I had a piece of code that used to look like this:

names = ["Alice", "Bob", "Charlie"] 
for name in names: 
    print(name.upper())

Without lists, I had to rethink it:

names = ("Alice", "Bob", "Charlie")  # tuple instead 
for name in names: 
    print(name.upper())

Easy enough… but tuples are immutable.
That meant I couldn’t just append when new data arrived — I had to rebuild the whole tuple:

names = names + ("David",)

Small inconvenience, big reminder: mutability is a luxury I had been taking for granted.

Day 2–3: My Love Affair with Generators

Lists often exist just to be looped over. Without them, I leaned heavily on generator expressions.

Instead of:

squares = [x**2 for x in range(10)]

I wrote:

squares = (x**2 for x in range(10))

And here’s the magic: this doesn’t create a full list in memory — it generates values on demand.

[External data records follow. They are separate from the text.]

"""A long, narrow table set in two columns per page, so every row is printed in half the pages.

Rows read down the left column, then down the right one, page by page; each
column carries the table's header row. The rows of one page are decided when
the frame splits the flowable, from the row heights of the table as laid out at
the column width, so nothing is ever cut or reordered.
"""

from __future__ import annotations

import math
from typing import Callable

from reportlab.platypus import Flowable, Table

GAP = 10.0  # points between the two columns


class TwoColumnTable(Flowable):
    """``make(rows)`` builds one column's table (header included, fixed column widths) of ``rows``."""

    def __init__(self, make: Callable[[list], Table], rows: list, space_after: float = 0.0,
                 measured: tuple[float, tuple[float, list[float]]] | None = None):
        super().__init__()
        self.make = make
        self.rows = rows
        self.spaceAfter = space_after
        # (width, (header height, row heights)): the pieces of a split keep their rows' heights, not laid out again
        self._width, self._heights = measured if measured is not None else (None, None)

    def _column_width(self, avail: float) -> float:
        return (avail - GAP) / 2

    def _measure(self, avail: float) -> tuple[float, list[float]]:
        """(header height, each row's height) at the column width."""
        if self._heights is None or self._width != avail:
            t = self.make(self.rows)
            t.wrap(self._column_width(avail), 1e9)
            heights = list(t._rowHeights)
            top = t.repeatRows  # the caption and header rows every column repeats
            self._heights, self._width = (sum(heights[:top]), heights[top:]), avail
        return self._heights

    def _height(self, head: float, rows: list[float], k: int) -> float:
        """Height of a page holding rows[:k] on the left and rows[k:2k] on the right."""
        return head + max(sum(rows[:k]), sum(rows[k:2 * k]))

    def wrap(self, aW, aH):
        head, rows = self._measure(aW)
        self.width, self.height = aW, self._height(head, rows, math.ceil(len(rows) / 2))
        return self.width, self.height

    def split(self, aW, aH):
        head, rows = self._measure(aW)
        k = 0
        while 2 * k < len(rows) and self._height(head, rows, k + 1) <= aH:
            k += 1
        if k == 0:
            return []  # not even one row under the header: start on the next page
        if 2 * k >= len(self.rows):
            return [self]
        return [TwoColumnTable(self.make, self.rows[:2 * k], 0.0, (aW, (head, rows[:2 * k]))),
                TwoColumnTable(self.make, self.rows[2 * k:], self.spaceAfter, (aW, (head, rows[2 * k:])))]

    def draw(self):
        k = math.ceil(len(self.rows) / 2)
        col = self._column_width(self.width)
        for i, part in enumerate((self.rows[:k], self.rows[k:])):
            if not part:
                continue
            t = self.make(part)
            _, h = t.wrap(col, self.height)
            t.drawOn(self.canv, i * (col + GAP), self.height - h)
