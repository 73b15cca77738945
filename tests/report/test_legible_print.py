"""No printed text under 6 pt on any page of a built sheet set, at the template's paper size.

Two kinds of text reach a page, measured two ways:

- font text (tables, captions, title block, footer): read back from the PDF with
  pdfplumber (a test-only, independent reader). Its ``size`` is the size on the
  page: pdfminer multiplies the text matrix by the current transformation matrix
  (checked below on a PDF drawn with a scaled CTM);
- figure text, which the sheets draw as glyph outlines (paths, so no reader sees
  it as characters): each recorded figure notes the smallest type size it drew,
  and a spy on the figure flowable's ``draw`` records that size times the scale
  it is printed at, during the real build (in a fresh interpreter).

Text inside raster images (the off-screen 3D views) is pixels and is measured by
neither; those figures are the large-frame helper's (not covered here).
"""

from __future__ import annotations

import io
import json
import os
import subprocess
import sys
from pathlib import Path

import pdfplumber
import pytest
from girder_project import PROJECT, write_project
from reportlab.pdfgen.canvas import Canvas

from sheets.report import vector

ROOT = Path(__file__).resolve().parents[2]
DEMOS = ROOT / "demo_projects"
SMALLEST = 6.0  # points (the rule; common practice for printed drawings is 6 pt at least)
EVERY_DEMO = ["warehouse_roof", "market_canopy", "tensegrity_pavilion", "gallery_node", "atrium_grid"]


# Run in a fresh interpreter: the build draws figures in forked workers, and a process that has already
# rendered with the off-screen 3D library (other tests in this run) must not be forked.
BUILD_WITH_SPY = """
import json, sys
from sheets.build import build_sheets
from sheets.report import vector
printed = []
draw = vector.VectorFlowable.draw
def spy(self):
    printed.append(self.printed_text)
    return draw(self)
vector.VectorFlowable.draw = spy
result = build_sheets(sys.argv[1], sys.argv[2])
print(json.dumps({"pdf": str(result.pdf), "printed": printed}))
"""


def _build(project: Path, out: Path):
    env = dict(os.environ, PYTHONPATH=os.pathsep.join([str(ROOT)] + [p for p in [os.environ.get("PYTHONPATH")] if p]))
    run = subprocess.run([sys.executable, "-c", BUILD_WITH_SPY, str(project), str(out)], capture_output=True, text=True,
                         env=env, timeout=1200)
    assert run.returncode == 0, run.stderr[-3000:]
    report = json.loads(run.stdout.strip().splitlines()[-1])
    with pdfplumber.open(report["pdf"]) as pdf:
        chars = [(page.page_number, c["size"], c["text"]) for page in pdf.pages for c in page.chars]
    return report["pdf"], chars, report["printed"]


@pytest.fixture(scope="module", params=EVERY_DEMO)
def demo_build(request, tmp_path_factory):
    folder = DEMOS / request.param
    project = next(folder.glob("*.toml"))
    return _build(project, tmp_path_factory.mktemp(request.param))


@pytest.fixture(scope="module", params=["a3-landscape", "letter-portrait"])
def template_build(request, tmp_path_factory):
    folder = tmp_path_factory.mktemp(request.param)
    path = write_project(folder, PROJECT.replace('template = "a4-portrait"', f'template = "{request.param}"'))
    return _build(path, folder / "out")


def test_pdfplumber_sizes_include_the_page_transform():
    buf = io.BytesIO()
    canvas = Canvas(buf)
    canvas.saveState()
    canvas.scale(0.5, 0.5)
    canvas.setFont("Helvetica", 10)
    canvas.drawString(100, 100, "x")
    canvas.restoreState()
    canvas.save()
    with pdfplumber.open(io.BytesIO(buf.getvalue())) as pdf:
        assert pdf.pages[0].chars[0]["size"] == pytest.approx(5.0)


def _check(build):
    result, chars, printed = build
    assert chars and printed  # something of each kind was measured
    small = [(page, round(size, 2), text) for page, size, text in chars if size < SMALLEST - 1e-6]
    assert not small, small[:20]
    assert min(printed) >= SMALLEST - 1e-6, sorted(printed)[:5]


@pytest.mark.slow
def test_no_text_under_6_pt_in_the_demo_sheet_sets(demo_build):
    _check(demo_build)


@pytest.mark.slow
def test_no_text_under_6_pt_on_a3_landscape_and_letter(template_build):
    _check(template_build)


def test_a_figure_shrunk_past_legibility_takes_more_of_the_page():
    from matplotlib.figure import Figure

    fig = Figure(figsize=(10, 2))
    fig.text(0.5, 0.5, "label", fontsize=6)
    recorded = vector.record(fig)
    assert recorded.smallest_text == pytest.approx(6.0)
    flow = vector.VectorFlowable(recorded, max_width=720, max_height=100)  # the height cap alone would print it at 4.2 pt
    flow.wrap(720, 600)
    assert flow.printed_text == pytest.approx(6.0)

This cut memory usage drastically when working with large datasets. For example, iterating over a million numbers didn’t cause my RAM to spike.

The downside? Once you consume a generator, it’s gone:

gen = (x for x in range(3)) 
print(list(gen))  # [0, 1, 2] 
print(list(gen))  # []

Lesson learned: generators are one-shot tools, not reusable containers.

Day 4: Sets to the Rescue (and Sometimes Overkill)

When I needed fast membership checks (if x in collection:), I turned to sets.

allowed_users = {"alice", "bob", "charlie"} 
if username in allowed_users: 
    print("Access granted")

The good:

  • O(1) average lookup time.
  • Automatic duplicate removal.

The bad:

  • No guaranteed order (unless you use Python 3.7+ where insertion order is preserved — but I didn’t want to rely on it).
  • Unhashable elements (like dicts) can’t be added.

I also found myself accidentally changing the problem just to use a set — a reminder that the tool should fit the problem, not the other way around.

Day 5: Dictionaries as Makeshift Lists

Need an index-based lookup without a list? Dictionaries can fake it.

items = {0: "apple", 1: "banana", 2: "cherry"} 
for i in range(len(items)): 
    print(items[i])

It works, but it’s awkward — like using a spoon to cut steak.
Still, dictionaries shone when my “list” actually had named meaning:

user = {"name": "Alice", "age": 30}

I realized I often thought I needed a list when what I really needed was a mapping.

The Things I Missed the Most

By the end of the week, I had a running list (ironically, in my notebook) of what I missed most:

  1. Easy appending: Tuples require rebuilding, sets don’t preserve order.
  2. Slicing: There’s no painless way to take some_list[1:4] without a list.
  3. Sorting: Sets and dicts need extra steps to sort.
  4. Random access: Generators require full consumption to get to a specific index.

Unexpected Benefits

To my surprise, there were clear upsides:

  • Less memory usage: Generators and iterators avoid loading entire datasets into memory.
  • Better data modeling: Forced me to think about immutability, order, and uniqueness.
  • Cleaner separation of concerns: Instead of building one big list and mutating it, I broke problems into smaller, single-pass operations.

Would I Do It Again?

Absolutely — but not forever.
Lists are an incredibly versatile tool, and refusing to use them permanently would be silly. But now I choose lists intentionally rather than by reflex.

Here’s how I think about it now:

  • Use a list if you need ordered, mutable, indexable data.
  • Use a tuple if the data won’t change.
  • Use a set for fast membership checks and uniqueness.
  • Use a generator for large, one-pass sequences.
  • Use a dict for key-value mapping.

Final Thoughts

Going list-free for a week wasn’t just a gimmick — it changed how I approach problems.
I stopped thinking “Where do I store this?” and started thinking “How do I really need to store this?”

Sometimes the best way to appreciate your favorite tool is to take it away.